I was wondering if the bar would be darker because of the cinnnamon & clove oils. I was going to add some lecithin and increase the amount of milk in the hopes I could do it. But now that I think about it, maybe that's just too much trouble. If it sells well, would I really want to be fighting with a batch for a four color swirl?


----------



## LynninTX (Oct 25, 2007)

ymmv = your mileage may vary

in other words this is my experience... your's might be different....

Honestly, I would not bother coloring this soap. Every location is different, but for me... Thieves was my top seller for 2011. It was also my top monthly seller for 6 of the 12 months. 
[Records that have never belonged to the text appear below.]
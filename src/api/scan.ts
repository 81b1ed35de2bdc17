import { bottleCardSchema, scanResultSchema, type BottleCard, type ScanResult } from '@shared/schemas/scan';
import { keptLabel } from '@/offline/kept-records';
import { ApiError, request, apiPath } from './http';

/**
 * What a label code opens (404 when it opens nothing for this user). Without signal, the
 * record this phone kept for the code (src/offline/kept-records.ts), if it kept one.
 */
export async function resolveScan(code: string): Promise<ScanResult> {
  try {
    return await request('GET', apiPath('scan', code), scanResultSchema);
  } catch (err) {
    if (!(err instanceof ApiError) || err.code !== 'offline') throw err;
    const kept = await keptLabel(code);
    if (!kept) throw err;
    return { kind: kept.kind, id: kept.id, cellarId: kept.cellarId, url: kept.url };
  }
}

/** The public bottle card of a case or lot code (404 unless its cellar shows cards). */
export const fetchBottleCard = (code: string): Promise<BottleCard> => request('GET', apiPath('cards', code), bottleCardSchema);
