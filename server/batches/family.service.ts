import type { EntityManager } from 'typeorm';
import { FAMILY_MEMBERS_MAX, type BatchFamily } from '../../shared/schemas/family';
import { requireRole, type Actor } from '../core/actor';
import { batchDetail } from './batch-detail';
import { findBatch } from './batch-lookup';
import { familyMemberIds } from './family-queries';

/**
 * A batch's family for the Compare view: the batch, its parents, splits and blends (and theirs),
 * each read as the Batch page reads it — a split's readings include its parent's up to the split
 * (server/batches/split-lineage.ts) — oldest start first.
 * @throws NotFoundError when the batch is not in this cellar
 */
export async function batchFamily(actor: Actor, tx: EntityManager, batchId: string): Promise<BatchFamily> {
  requireRole(actor, 'guest');
  await findBatch(tx, actor.cellarId, batchId);
  const { ids, truncated } = await familyMemberIds(tx, actor.cellarId, batchId, FAMILY_MEMBERS_MAX);
  const now = new Date();
  const members = [];
  for (const id of ids) members.push(await batchDetail(tx, actor.cellarId, id, now));
  members.sort(
    (a, b) => a.startedOn.localeCompare(b.startedOn) || (a.ownSince ?? '').localeCompare(b.ownSince ?? '') || a.name.localeCompare(b.name),
  );
  return { batchId, members, truncated };
}
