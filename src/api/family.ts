import { batchFamilySchema, type BatchFamily } from '@shared/schemas/family';
import { request, cellarPath } from './http';

/** A batch's family (parent, splits, blends) for the Compare view. */
export const fetchBatchFamily = (cellarId: string, batchId: string): Promise<BatchFamily> =>
  request('GET', cellarPath(cellarId, 'batches', batchId, 'family'), batchFamilySchema);
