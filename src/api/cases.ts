import { z } from 'zod';
import { bottleCaseSchema, type BottleCase, type DrawDownRequest } from '@shared/schemas/bottles';
import type { MoveRequest } from '@shared/schemas/places';
import { request } from './http';

const one = (cellarId: string, caseId: string) => `/api/cellars/${encodeURIComponent(cellarId)}/cases/${encodeURIComponent(caseId)}`;

/** A case with a short summary of its lot (enough to find the lot again). */
export const caseDetailSchema = bottleCaseSchema.extend({
  lot: z.object({ id: z.uuid(), batchName: z.string() }).loose(),
});
export type CaseDetail = z.infer<typeof caseDetailSchema>;

export const fetchCase = (cellarId: string, caseId: string): Promise<CaseDetail> =>
  request('GET', one(cellarId, caseId), caseDetailSchema);

/**
 * Logs bottles leaving a case (drunk, given, sold…). The server never lets a case go below zero.
 * @param expectedVersion - the case version shown; a different one answers 409
 */
export const drawDown = (cellarId: string, caseId: string, departure: DrawDownRequest): Promise<BottleCase> =>
  request('POST', `${one(cellarId, caseId)}/departures`, bottleCaseSchema, departure);

/** Puts the case into a free slot, or takes it off its shelf with `to: null`. */
export const moveCase = (cellarId: string, caseId: string, move: MoveRequest): Promise<BottleCase> =>
  request('PUT', `${one(cellarId, caseId)}/place`, bottleCaseSchema, move);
I find it moves fast enough... it can be challenging to fill my 3 section mold evenly.


----------



## LynninTX (Oct 25, 2007)

I do use more than .5ppo so that might play a role... I do strongly scent my soaps, but that is part what my customers comment on favorably.


----------



## MF-Alpines (Mar 29, 2010)

LynninTX said:


> I do use more than .5ppo so that might play a role... I do strongly scent my soaps, but that is part what my customers comment on favorably.


Me, too.

Thanks for your input.


----------



## a4patch (Oct 7, 2009)

Clove leaf bud or stem?


----------



## hsmomof4 (Oct 31, 2008)

Bud. IMO. And I sub cassia for cinnamon. Smells the same as cinnamon bark (which is apparently not to be used on the skin), which to me smells better than cinnamon leaf, and is less expensive.


----------



## todog (Dec 10, 2011)

eepwall I have a question, why is it called 4 theives oil blend. Did 4 theives mix it or di they only use 4 oils and if its the latter then why do all the recipes call for 5 eo's and a carrier oil? Sorry having trouble wrapping my brain around this one. :blush


----------



## a4patch (Oct 7, 2009)

http://www.youngliving.us/pdfs/thieves_booklet.pdf


----------



## Anita Martin (Dec 26, 2007)

I plan to put this EO blend in some of my liquid soap to sell as an all-purpose soap, as well as in the foamers and laundry soap.


----------